Putri bapak petani itu mengangguk diam, air matanya tak terasa menetes dan tenggorokanya terasa tersumbat. Hari ini dia harus pergi meninggalkan orang-orang yang ia cintai.

Tapi, apa yang terjadi selanjutnya?

Sesampainya di kota semua impian itu musnahlah sudah. Nasipnya tidak beruntung, dia mendapat majikan yang tidak baik, setiap pekerjaan yang dia lakukan selalu salah dan sebagai balasanya tubuhnya yang lemah itu dihajarnya sampai babak belur, disiksa bagaikan seorang pesakitan.

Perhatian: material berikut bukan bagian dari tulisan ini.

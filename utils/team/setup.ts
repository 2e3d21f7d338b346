/** What the first person types to open a new installation. */
export interface SetupDraft {
  code: string
  workspace: string
  name: string
  email: string
  password: string
}

export const emptySetup = (): SetupDraft => ({ code: '', workspace: '', name: '', email: '', password: '' })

''Dasar bodoh! kalau nggak ngerti tanya …! Kamu di sini saya suruh bekerja! Bukan bertindak semaunya sendiri! Gajimu bulan ini saya potong! Dasar bodoh …!’’ bentak sang majikan tanpa kenal ampun.

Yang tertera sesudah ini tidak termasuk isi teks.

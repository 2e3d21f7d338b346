const WORDS: Record<string, string> = {
  'challenge.gone': 'This took longer than five minutes. Begin again.',
  'provider.declined': 'The provider did not sign you in. Try again.',
  'provider.refused': 'What the provider answered does not fit. Begin again.',
  'provider.browser': 'This was begun in another browser, or by somebody else. Begin again.',
  'provider.unreachable': 'The provider did not answer. Try again later.',
  'identity.unknown':
    'No account here has the address that the provider says, and nobody invited it. Sign in another way and link your account, or ask an owner for an invitation.',
  'identity.unverified':
    'The provider confirms no address of yours. Sign in another way, and link your account on its page.',
  'identity.other': 'The account with your address is linked to somebody else at the provider. Sign in another way.',
  'identity.other-address': 'The invitation is for another address than the provider says.',
  'identity.taken': 'Another account here is linked to you at the provider already.',
  'identity.linked': 'Your account is linked already. Unlink it first.',
  'invitation.gone': 'This invitation is no longer open. Ask whoever invited you to send it again.',
  'session.nowhere': 'You belong to no workspace any more. Ask an owner of one for an invitation.',
}

/** Why the provider’s answer opened nothing, by the code in the address; undefined where there is none. */
export function providerRefusal(code: unknown): string | undefined {
  if (typeof code !== 'string') return undefined
  return WORDS[code] ?? 'The provider’s answer opened nothing here. Begin again.'
}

Meski mendapat perlakuan seperti itu, gadis itu tetap diam dan tidak berani melawan. Ketidakmampuannya membuatnya minder, merasa kecil, merasa kerdil, dan hanya bisa tertunduk pasrah.

‘’Ya alloh ya Tuhanku … Ampuni dosa-dosa hambamu ini! Lindungi hamba ya Alloh … Kenapa hamba harus hidup seperti ini? Kenapa nasip hamba seperti ini ya Alloh … Sedangkan Orangtua hamba tidak pernah sedikitpun berbuat kasar terhadap hamba!’’ jeritnya lirih dalam hati

Dalam keheningan malam, gadis itu menangis meratapi kesedihannya. Bersujud khusuk di atas sajadah lusuh bergambar masjidil aqsa.

''Ya Alloh …
katakanlah …
bahwa yang hamba alami ini adalah mimpi

katakanlah …
bahwa ini hanya khayalan hamba

katakanlah …
bahwa ini bukan realita

Sesungguhnya, apabila ini realita untuk menguji iman hamba
pasti akan hamba terima.

apabila ini hanya cobaan
semuanya pasti akan hamba hadapi

Hamba yakin dan selalu percaya, engKau akan selalu memberi jalan terbaik untuk hamba, membimbing langkah dan memudahkan jalan hamba, hingga hambamu ini tersenyum kembali.
*

Malam semakin larut dan membisu, desah angin hadirkan rintihan gerimis. Dalam sujud syukurnya, sang gadis itu menghembuskan napas terakhirnya. Meninggalkan dunia yang fana ini untuk selama-lamanya. Namun, ada bau wangi menyeruak di dalam ruangan itu, harum, seharum bunga kasturi. Melayang bersama ruh dan impian yang suci.